USA Today reported further:
The 56-year-old former finance executive and adviser to President George W. Bush was sworn in on May 22. He previously served on the Fed’s Board of Governors from 2006 to 2011 — a period when the central bank had to navigate the fallout from the 2008 financial crisis. He rejoins the Fed, whose goal is stable prices and maximum employment, at a time when inflation is surging as a result of the Iran war and concerns linger about stagnation in the job market outside select industries.
“It’s the honor of a lifetime to be called back into public service, and with this oath, I’ve accepted a high and solemn responsibility,” Warsh said during a ceremony at the White House. “My goal now is to create an environment in which the best people can do their life’s best work, and to face every challenge in the spirit of common purpose and devotion to the national interest. In a word, to excellence.”
Warsh replaces Jerome Powell, who has served as Fed chair since 2018 and who said he intends to keep “a low profile” as a Fed governor after Warsh was confirmed. President Donald Trump nominated Powell to his first term as chair in 2017. By the following year, the president was criticizing him, telling the Washington Post he was “not even a little bit happy” with his appointment. In his second term, Trump has pressured the Fed to lower its benchmark interest rate and acted to exert influence over the central bank, prompting concerns about the institution’s independence.
At the ceremony, Trump said he expects Warsh will go down as one of the Fed’s “truly great” chairs and that his nominee will have “full support” from his administration.
“Honestly, I really mean this. This is not said in any other way. I want Kevin to be totally independent. I want him to be independent and just do a great job. Don’t look at me. Don’t look at anybody,” Trump said. “Thankfully, unlike some of his predecessors, Kevin understands that when the economy is booming, that’s a good thing.”
This change in leadership comes at a pivotal moment for the Fed.
Kevin Warsh has been a longtime critic of the Federal Reserve and is expected to make some big changes in the coming weeks and months.
Hopefully, we’ll finally get those lower interest rates that President Trump has been pushing for!
Here’s a look at some other changes that Kevin Warsh has signaled may be coming:
- Smaller Fed footprint in markets: Shift from using the balance sheet as a regular tool for influencing financial conditions to reserving it primarily for crises and market dysfunction.
- Balance sheet reduction: Aggressively shrink the Fed’s ~$6.8 trillion balance sheet (viewed as “bloated”), moving toward a “scarce reserves” regime (pre-2008 style) instead of the current “ample reserves” system.
- New policy framework: Greater reliance on the overnight repo market as a key policy transmission mechanism (vs. heavy dependence on the federal funds rate).
- Clearer rules for intervention: Establish explicit frameworks/guidance on when and how the Fed uses quantitative easing (QE) or tightening (QT), reducing market expectations of automatic support.

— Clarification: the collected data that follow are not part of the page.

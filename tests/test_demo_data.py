"""The demo recordings: made again byte for byte, labelled as invented, small, and true to the truth beside them."""

from __future__ import annotations

import json
import subprocess
import sys

import numpy as np
import pytest

import pulsekit as pk
from pulsekit.errors import PulsekitError
from pulsekit.trace.shaft import shaft_cycles
from pulsekit.trace.spectrum import unlocked_part


def truth_of(demo, name):
    return json.loads((demo / name / "truth.json").read_text(encoding="utf-8"))


def complexes(pairs):
    return np.array([complex(*pair) for pair in pairs])


def recordings(demo):
    return sorted([*demo.rglob("*.csv"), *demo.rglob("*.toml"), *demo.rglob("*.json")])


@pytest.fixture(scope="module")
def demo_folder():
    from pathlib import Path

    return Path(__file__).resolve().parent.parent / "data_demo"


def test_the_script_makes_the_same_files_again(demo_folder, tmp_path):
    subprocess.run([sys.executable, str(demo_folder / "make_demo_data.py"), str(tmp_path)], check=True)
    made = {path.relative_to(tmp_path): path.read_bytes() for path in recordings(tmp_path)}
    kept = {path.relative_to(demo_folder): path.read_bytes() for path in recordings(demo_folder)}
    assert set(made) == set(kept)
    assert [str(name) for name in made if made[name] != kept[name]] == []


def test_every_file_says_that_it_is_invented(demo_folder):
    for path in recordings(demo_folder):
        assert "INVENTED DATA" in path.read_text(encoding="utf-8")[:200], path.name


def test_files_stay_small(demo_folder):
    sizes = [path.stat().st_size for path in recordings(demo_folder)]
    assert max(sizes) < 1_000_000
    assert sum(sizes) < 4_000_000


def test_the_forearms_onsets_and_bad_beat(demo_folder):
    truth = truth_of(demo_folder, "forearm")
    cycles = pk.find_cycles(pk.read_recording(demo_folder / "forearm" / "flow.csv")["flow"])
    assert [index + 1 for index, _ in cycles.left_out] == [truth["bad_cycle"]]
    shift = cycles.all_onsets - np.array(truth["onsets"])
    # The tangent's foot lies a fixed time after the first rise, in every beat to a tenth of a sample of 10 ms; the bad beat's neighbours are let off.
    good = np.delete(shift, [truth["bad_cycle"] - 1, truth["bad_cycle"]])
    assert np.std(good) < 1e-3
    assert cycles.period == pytest.approx(truth["period"], rel=0.005)
    assert cycles.align == "onset"


@pytest.mark.parametrize(
    ("name", "file", "column", "quantity", "tolerance"),
    [
        # 13 beats whose gains scatter by 3 %: 1 % of the peak harmonic.
        ("forearm", "flow.csv", "flow", "flow_rate", 0.02),
        # 0.35 cm/s of noise on 2777 samples and a period known to 1e-4.
        ("bench", "axis.csv", "u axis", "centreline_velocity", 0.004),
    ],
)
def test_the_harmonics_are_those_that_made_it(demo_folder, name, file, column, quantity, tolerance):
    truth = complexes(truth_of(demo_folder, name)[quantity])
    found = pk.decompose(pk.find_cycles(pk.read_recording(demo_folder / name / file)[column]))
    count = min(found.count, truth.size - 1, 8)
    np.testing.assert_allclose(found.amplitude[: count + 1], np.abs(truth[: count + 1]), atol=tolerance * np.abs(truth[1:]).max())
    # Phase zero is the record's own: after turning by the first harmonic's phase the others must agree.
    order = np.arange(count + 1)
    turn = np.angle(truth[1]) - np.angle(found.coefficients[1])
    np.testing.assert_allclose(
        found.coefficients[: count + 1] * np.exp(1j * order * turn), truth[: count + 1], atol=3 * tolerance * np.abs(truth[1:]).max()
    )


def test_the_plunger_pumps_orders_through_its_ramp(demo_folder):
    truth = truth_of(demo_folder, "wash_down")
    recording = pk.read_recording(demo_folder / "wash_down" / "ramp.csv")
    for index, column in enumerate(("p1", "p2")):
        cycles = shaft_cycles(recording[column], trigger=recording["trigger"], speed=truth["speed"], trigger_angle=truth["trigger_angle"])
        found = pk.decompose(cycles, count=12).coefficients
        expected = complexes(truth["pressure"][index])
        # The truth is the mean of the response over evenly spread speeds; turns are spread evenly in angle. An edge is known to half a sample
        # (1/3000 s at 12 turns a second: 1.4 degrees, 0.1 rad at order 4), which the trigger's fixed lag of half a sample shows as a phase.
        order = np.arange(1, 13)
        lag = np.angle(found[3] / expected[2]) / 3
        assert abs(lag) < 0.04
        aligned = found[1:] * np.exp(-1j * order * lag)
        np.testing.assert_allclose(aligned, expected[:12], atol=0.03 * np.abs(expected).max())
        assert found[0].real == pytest.approx(truth["mean_pressure"][index], rel=1e-4)


def test_the_piston_pumps_orders_and_the_line_that_is_none(demo_folder):
    truth = truth_of(demo_folder, "supply")
    recording = pk.read_recording(demo_folder / "supply" / "steady.csv")
    cycles = shaft_cycles(recording["p"], trigger=recording["trigger"], speed=truth["speed"])
    harmonics = pk.decompose(cycles, count=60)
    expected = np.abs(complexes(truth["pressure"]))
    for order in (9, 18, 27, 36):
        # An edge known to a quarter of a sample (50 us) is 0.28 rad at order 36: its amplitude loses up to 4 %.
        assert harmonics.amplitude[order] == pytest.approx(expected[order - 1], rel=0.05, abs=0.01 * expected.max())
    part = unlocked_part(cycles, harmonics)
    line = truth["line_that_is_no_order"]
    assert part.lines[0].frequency == pytest.approx(line["frequency"], abs=0.2)
    assert part.lines[0].amplitude == pytest.approx(line["amplitude"], rel=0.05)


def test_the_pump_cases_come_back_to_their_truth(demo_folder):
    """Two stations and the line's model give back the flow that the pump delivered."""
    truth = truth_of(demo_folder, "wash_down")
    answer = pk.analyse(pk.load_case(demo_folder / "wash_down.toml"), nominal_only=True)
    source = np.abs(complexes(truth["source_flow"]))
    found = answer.response.flow_rate(0.0).amplitude
    for order in (3, 6, 9):
        # The truth's friction is laminar, the model's turbulent; both are small beside the nozzle.
        assert found[order] == pytest.approx(source[order], rel=0.06), order


def test_the_cohort(demo_folder):
    truth = truth_of(demo_folder, "cohort")
    files = sorted((demo_folder / "cohort" / "recordings").glob("*.csv"))
    assert len(files) >= 24
    failed, odd, sentences = [], [], []
    for path in files:
        try:
            cycles = pk.find_cycles(pk.read_recording(path)["flow"])
        except PulsekitError as problem:
            failed.append(path.stem)
            sentences.append(str(problem))
            continue
        if cycles.left_out:
            odd.append(path.stem)
        harmonics = pk.decompose(cycles)
        expected = truth["subjects"][path.stem]
        # Seven beats whose gains scatter by 3 % (1.2 % of the mean) and periods by 2 %; the truth counts beats that the record cuts off.
        assert harmonics.mean == pytest.approx(expected["mean_flow_rate"], rel=0.06), path.stem
        assert cycles.period == pytest.approx(expected["period"], rel=0.02), path.stem
    assert failed == [truth["unreadable"]]
    assert truth["unreadable"] in sentences[0]
    assert odd == [truth["bad_beat"]]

- Communication reforms: Less forward guidance to avoid market pre-positioning and politicization; focus on clearer, less anticipatory messaging.
- Inflation and rates approach: Support for lower interest rates paired with balance sheet shrinkage; views AI-driven productivity as potentially disinflationary; critical of excess liquidity inflating assets (gold, stocks, crypto).
- Banking/regulatory tweaks: Support for easing some regulations and adjusting what counts as reserves to improve liquidity management.